Логово смысла и вымысла. Переписка через океан | страница 46



Но официальная цензура является отнюдь не единственной инстанцией, которая в СССР осуществляет функции надзора за печатью. Здесь задавали вопрос о том, сколько людей осуществляют в СССР цензуру печати. Ответить на него просто: практически все работники печати, в той или иной степени являются цензорами, так что цензура носит тотальный характер.

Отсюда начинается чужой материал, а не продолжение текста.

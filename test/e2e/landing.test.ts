import { afterAll, beforeAll, describe, expect, inject, it } from 'vitest';
import type { Browser } from 'playwright-core';
import { launchBrowser } from './browser.ts';
import { nodeQuery, openSite, waitForCharts } from './sitePage.ts';
import { READING_FLAGS } from '../../src/site/text/readingFlags.ts';

describe('landing page', () => {
  let browser: Browser;
  beforeAll(async () => {
    browser = await launchBrowser();
  });
  afterAll(async () => {
    await browser?.close();
  });

  it('shows the title, the counts computed from the catalog, and draws its charts without leaving the origin', async () => {
    const [expected] = await nodeQuery(
      inject('demoParquet'),
      // the headline counts only flags that change how a number is read (not no_dust_correction, no_host_mass, lbol_fallback …)
      `SELECT count(*) AS objects, count(log_mbh) FILTER (WHERE NOT log_mbh_is_limit) AS derived, count(log_mbh) FILTER (WHERE log_mbh_is_limit) AS limits,
         count(*) FILTER (WHERE list_has_any(list_transform(string_split(coalesce(flags, ''), ','), f -> trim(f)), [${READING_FLAGS.map((f) => `'${f}'`).join(', ')}])) AS caveated,
         count(*) FILTER (WHERE coalesce(flags, '') <> '') AS flagged FROM census`,
    );
    const site = await openSite(browser, inject('siteUrl'));
    try {
      const { page } = site;
      await page.goto(inject('siteUrl'));
      await expect(page.locator('h1').textContent()).resolves.toContain('Cinderwake');
      for (const key of ['objects', 'derived', 'caveated'] as const) {
        await expect(page.locator(`[data-count="${key}"]`).textContent()).resolves.toBe(String(expected![key]));
      }
      // Upper-limit masses are counted apart from the measured ones (they were counted as masses).
      expect(Number(expected!.limits)).toBeGreaterThan(0);
      await expect(page.locator('[data-count="mass-limits"]').textContent()).resolves.toBe(String(expected!.limits));
      // rough edge: 89 % of demo objects carried "a caveat flag"; the headline now says something
      expect(Number(expected!.caveated)).toBeLessThan(0.5 * Number(expected!.flagged));
      expect(Number(expected!.caveated)).toBeGreaterThan(0);
      await waitForCharts(page);
      expect(await page.locator('[data-chart] svg').count()).toBeGreaterThanOrEqual(4);
      // The charts were drawn at build time: the first view loads no database and no chart code.
      expect(site.requests.filter((u) => /\.wasm$|worker|chart-rows/.test(u))).toEqual([]);
      expect(site.foreign()).toEqual([]);
      expect(site.errors).toEqual([]);
    } finally {
      await site.close();
    }
  });

  it('offers the catalog for download as Parquet and CSV with the same rows', async () => {
    const base = inject('siteUrl');
    const parquet = await fetch(new URL('data/catalog.parquet', base));
    expect(parquet.status).toBe(200);
    const bytes = new Uint8Array(await parquet.arrayBuffer());
    expect(new TextDecoder().decode(bytes.slice(0, 4))).toBe('PAR1');
    const csv = await (await fetch(new URL('data/catalog.csv', base))).text();
    const [count] = await nodeQuery(inject('demoParquet'), 'SELECT count(*) AS n FROM census');
    const lines = csv.trim().split('\n');
    const body = lines.filter((l) => !l.startsWith('#'));
    expect(body.length - 1).toBe(count!.n);
    expect(body[0]).toMatch(/^id,/);
    // The commented header gives units: log_mbh in dex(solMass).
    expect(lines.find((l) => l.startsWith('# log_mbh '))).toMatch(/^# log_mbh \[dex\(solMass\)\] \(phys\.mass\): /);
    for (const f of ['catalog.ecsv', 'catalog.vot', 'catalog.fits', 'catalog.rejections.csv', '../CITATION.cff']) {
      expect((await fetch(new URL(`data/${f}`, base))).status, f).toBe(200);
    }
  });
});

Первый этап цензуры, и порой наиболее жесткий — это самоцензура автора. Даже те произведения, которые не попадают в печать и расходятся в «Самиздате», неизбежно проходят жесткую самоцензуру. Автор избегает называть имена людей, чтобы не подвести их, он избегает высказывать определенные взгляды, которые могут быть интерпретированы так, что он получит семь лет тюрьмы, а не три года, на которые он, возможно, внутренне решился… Так, подчеркиваю, обстоит дело с «Самиздатом». Если же писатель предназначает свое произведение для издания официальной советской печатью, то само собой разумеется, что он начинает с самоцензуры.

Моя первая книга, биография академика Николая Ивановича Вавилова, была издана в 1968 году.

Академик Вавилов, как это хорошо известно, был великим генетиком и растениеводом, принципиальным сторонником теории наследственности, созданной Менделем и Морганом. В 1930‐е годы Н. И. Вавилову пришлось участвовать в так называемых «генетических дискуссиях», навязанных советским ученым группой невежественных обскурантов во главе с Т. Д. Лысенко. Основным оружием полемики этой группы были демагогия и прямые политические доносы. Лысенко и его сторонников поддерживали руководители советского государства и величайший генетик всех времен и народов товарищ Сталин. В результате этих «дискуссий» научная генетика в СССР была разгромлена, Н. И. Вавилов арестован и приговорен к смертной казни, «милостиво» замененной ему двадцатилетним заключением, которого он не вынес. Он умер в тюрьме от голода. Это — человек, трудами которого Советский Союз уже в то время получал, да и сейчас получает миллионы пудов прибавки урожаев хлеба. Но он не имел куска хлеба, тюремщики не давали, и от этого он умер. А я, уже в 60‐е годы, писал о нем книгу. И поскольку я хотел, чтобы хоть какая‐то часть правды дошла до читателей, я, прежде всего, должен был заниматься самоцензурой.

Самоцензуре пришлось подвергнуть не только мои собственные суждения, но и архивные материалы, которые мне удалось разыскать. Многие из них я не включил в рукопись отнюдь не из‐за их малой значимости для раскрытия моей темы, а по цензурным соображениям.